_SUPPLIED RECORDS_.
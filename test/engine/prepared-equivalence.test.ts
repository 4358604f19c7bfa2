/**
 * The fast way of preparing many value sets (SetupPreparer: validate once, write values into
 * the validated set-up) against the plain way (prepare(description, values): copy, write,
 * validate everything), bit for bit: every Float64Array of the prepared set-up and of its
 * budget compared by its bytes, every other field by value, errors by class and text. On
 * every example and on random parameter values (fixed seeds), including values that are out
 * of range. Reference: the plain path itself (common practice, no outside source: the claim
 * under test is identity with it).
 */
import { readdirSync, readFileSync } from "node:fs";
import { join } from "node:path";
import fc from "fast-check";
import { describe, expect, it } from "vitest";
import { exactText, numericParameters } from "../../src/design/parameters";
import { evaluate } from "../../src/evaluate";
import { prepare, SetupPreparer, type SetupValues } from "../../src/prepare";
import { copyDescription } from "../../src/setup/copy-description";
import type { SetupDescription } from "../../src/setup/format";
import { logGrid } from "../../src/setup/grid";
import { loadSetup } from "../../src/setup/load";
import { setup } from "../helpers/setups";

const EXAMPLES = join(__dirname, "..", "..", "examples");
const examples = readdirSync(EXAMPLES)
  .filter((f) => f.endsWith(".json"))
  .map((f) => ({ file: f, text: readFileSync(join(EXAMPLES, f), "utf8") }));

/** A free mass read by one probe whose light is split onto two homodynes (the optimal-combination path, p = 2). */
const twoDetectors: SetupDescription = setup(
  [
    { name: "light", type: "coherent" },
    { name: "body", type: "free-mass", params: { mass: "10 g" } },
    { name: "probe", type: "position-probe", params: { power: "0.3 W" } },
    { name: "open", type: "vacuum" },
    { name: "split", type: "beam-splitter", params: { transmission: 0.5 } },
    { name: "d1", type: "homodyne", params: { angle: "90 deg", efficiency: 0.9 } },
    { name: "d2", type: "homodyne", params: { angle: "30 deg", efficiency: 0.8 } },
  ],
  [
    ["light.out", "probe.in"],
    ["probe.out", "split.in1"],
    ["open.out", "split.in2"],
    ["split.out1", "d1.in"],
    ["split.out2", "d2.in"],
    ["probe.mechanics", "body.body"],
  ],
  { readout: ["d1", "d2"] },
);

/** Everything a prepared set-up and its evaluation hold, arrays as their bytes, closures left out (their values are in the budget). */
function bits(value: unknown): unknown {
  return JSON.parse(
    JSON.stringify(value, (_key, v) => {
      if (v instanceof Float64Array) return `f64:${Buffer.from(v.buffer, v.byteOffset, v.byteLength).toString("hex")}`;
      if (v instanceof Map) return { map: [...v.keys()] };
      if (v instanceof Set) return { set: [...v] };
      if (typeof v === "function") return "function";
      return v;
    }),
  );
}

/** prepare + evaluate at 256 points, or the error it throws. */
function outcome(run: () => ReturnType<typeof prepare>, grid: { from: number; to: number; points: number }): unknown {
  try {
    const prepared = run();
    return bits({ prepared, evaluation: evaluate(prepared, grid) });
  } catch (e) {
    return { error: (e as Error).constructor.name, message: (e as Error).message };
  }
}

function gridOf(description: SetupDescription): { from: number; to: number; points: number } {
  const g = loadSetup(description).grid;
  return { from: g?.from ?? 1, to: g?.to ?? 1e5, points: 256 };
}

/** Random value sets: a random subset of the numeric parameters, each scaled by 0.2 … 5 (some leave their range), written exactly. */
function valueSets(description: SetupDescription, seed: number, runs: number): SetupValues[] {
  const params = numericParameters(loadSetup(description));
  const arbitrary = fc.array(fc.tuple(fc.integer({ min: 0, max: params.length - 1 }), fc.double({ min: 0.2, max: 5, noNaN: true }), fc.boolean()), { minLength: 1, maxLength: 4 });
  return fc.sample(arbitrary, { seed, numRuns: runs }).map((draws) => {
    const values: Record<string, string | number> = {};
    for (const [k, scale, asNumber] of draws) {
      const p = params[k];
      const x = p.value === 0 ? scale - 1 : p.value * scale;
      values[p.target] = asNumber && p.spec.kind === "fraction" ? x : exactText(x, p);
    }
    return values;
  });
}

describe("SetupPreparer gives what prepare gives, bit for bit", () => {
  const cases = [
    ...examples.map((e) => ({ name: e.file, description: JSON.parse(e.text) as SetupDescription, text: e.text })),
    { name: "two detectors", description: twoDetectors, text: JSON.stringify(twoDetectors) },
  ];

  it.each(cases)("$name: the set-up as it is, with no values and with none written", ({ description, text }) => {
    const grid = gridOf(description);
    for (const setup of [description, text]) {
      const preparer = new SetupPreparer(setup);
      expect(outcome(() => preparer.prepare(), grid)).toEqual(outcome(() => prepare(setup), grid));
      expect(outcome(() => preparer.prepare({}), grid)).toEqual(outcome(() => prepare(setup, {}), grid));
    }
  });

  it.each(cases)("$name: 60 random value sets (in range and out of range)", ({ name, description }) => {
    const grid = gridOf(description);
    const preparer = new SetupPreparer(description);
    let failures = 0;
    for (const values of valueSets(description, name.length * 7919, 60)) {
      const plain = outcome(() => prepare(description, values), grid);
      expect(outcome(() => preparer.prepare(values), grid)).toEqual(plain);
      if ((plain as { error?: string }).error) failures++;
    }
    // Both kinds of value sets were compared: some prepare, some are refused.
    expect(failures).toBeGreaterThan(0);
    expect(failures).toBeLessThan(60);
  });

  it("refuses the same things with the same words: a target naming no component, several bad values at once, values that are no object", () => {
    const description = JSON.parse(examples.find((e) => e.file === "cryogenic-membrane-squeezed.json")!.text) as SetupDescription;
    const grid = gridOf(description);
    const preparer = new SetupPreparer(description);
    const bad: unknown[] = [
      { "nothing.mass": "1 kg" },
      { "membrane.mass": "-1 kg", "cavity.inputCoupling": "150 %" },
      { "membrane.weight": "1 kg" },
      { "detector.efficiency": 0 },
      { "cavity.linewidth": "12 kg" },
      [],
      "membrane.mass",
    ];
    for (const values of bad) {
      const plain = outcome(() => prepare(description, values as SetupValues), grid);
      expect((plain as { error?: string }).error).toBeDefined();
      expect(outcome(() => preparer.prepare(values as SetupValues), grid)).toEqual(plain);
    }
  });

  it("a set-up that only validates with the values written in is prepared the plain way", () => {
    const description = JSON.parse(examples[0].text) as SetupDescription;
    const broken = copyDescription(description);
    const detector = broken.components.find((c) => c.type === "homodyne")!;
    detector.params = { ...detector.params, efficiency: "150 %" };
    const grid = gridOf(description);
    const preparer = new SetupPreparer(broken);
    const fixed = { [`${detector.name}.efficiency`]: "80 %" };
    expect((outcome(() => prepare(broken, fixed), grid) as { error?: string }).error).toBeUndefined();
    expect(outcome(() => preparer.prepare(fixed), grid)).toEqual(outcome(() => prepare(broken, fixed), grid));
    expect(outcome(() => preparer.prepare(), grid)).toEqual(outcome(() => prepare(broken), grid));
  });

  it("the written set-up's description is the one the plain way keeps, made when it is read", () => {
    const description = JSON.parse(examples[0].text) as SetupDescription;
    const params = numericParameters(loadSetup(description));
    const values = { [params[0].target]: exactText(params[0].value * 1.5, params[0]) };
    const fast = new SetupPreparer(description).prepare(values).setup;
    expect(fast.source).toEqual(prepare(description, values).setup.source);
    expect(fast.source).toBe(fast.source);
  });
});

describe("copyDescription is structuredClone", () => {
  it("copies JSON-shaped data deeply, sharing nothing", () => {
    const original = JSON.parse(examples[0].text) as SetupDescription;
    const copy = copyDescription(original);
    expect(copy).toStrictEqual(structuredClone(original));
    copy.components[0].params = { changed: 1 };
    expect(original).toStrictEqual(JSON.parse(examples[0].text));
  });

  it("hands anything that is not plain JSON data to structuredClone (same result, same error)", () => {
    const shared = { a: 1 };
    const cyclic: Record<string, unknown> = { x: 1 };
    cyclic.self = cyclic;
    const withProto = JSON.parse('{"__proto__": {"polluted": true}, "b": [1, 2]}');
    const sparse: number[] = new Array(3);
    sparse[0] = 1;
    sparse[2] = 3;
    const cases: unknown[] = [{ twice: [shared, shared] }, cyclic, withProto, { when: new Date(0) }, { big: 10n }, sparse, { neg: -0, nan: NaN, none: undefined }];
    for (const value of cases) {
      const copy = copyDescription(value);
      expect(copy).toStrictEqual(structuredClone(value));
    }
    const twice = copyDescription({ twice: [shared, shared] });
    expect(twice.twice[0]).toBe(twice.twice[1]);
    expect(Object.hasOwn(copyDescription(withProto), "__proto__")).toBe(true);
    expect(Object.is(copyDescription({ z: -0 }).z, -0)).toBe(true);
    expect(() => copyDescription({ f: () => 1 })).toThrow(expect.objectContaining({ name: "DataCloneError" }));
  });
});

describe("logGrid keeps recent grids without sharing them", () => {
  it("gives the same bits on a repeated grid, in a fresh array each time", () => {
    const spec = { from: 1.1e6, to: 1.3e6, points: 257 };
    const first = logGrid(spec);
    const copyOfFirst = first.slice();
    first.fill(0);
    const second = logGrid(spec);
    expect(second).not.toBe(first);
    expect(Buffer.from(second.buffer).equals(Buffer.from(copyOfFirst.buffer))).toBe(true);
    // Many other grids in between: the grid is laid out again, to the same bits.
    for (let k = 2; k < 12; k++) logGrid({ from: 1, to: 10 * k, points: k });
    expect(Buffer.from(logGrid(spec).buffer).equals(Buffer.from(copyOfFirst.buffer))).toBe(true);
  });
});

_WHAT TO PRODUCE_. Copy out whichever lines of the listing contain the word "SetupDescription".

_SOLUTION TO THE EXERCISE_.
import type { SetupDescription } from "../../src/setup/format";
const twoDetectors: SetupDescription = setup(
function gridOf(description: SetupDescription): { from: number; to: number; points: number } {
function valueSets(description: SetupDescription, seed: number, runs: number): SetupValues[] {
    ...examples.map((e) => ({ name: e.file, description: JSON.parse(e.text) as SetupDescription, text: e.text })),
    const description = JSON.parse(examples.find((e) => e.file === "cryogenic-membrane-squeezed.json")!.text) as SetupDescription;
    const description = JSON.parse(examples[0].text) as SetupDescription;
    const description = JSON.parse(examples[0].text) as SetupDescription;
    const original = JSON.parse(examples[0].text) as SetupDescription;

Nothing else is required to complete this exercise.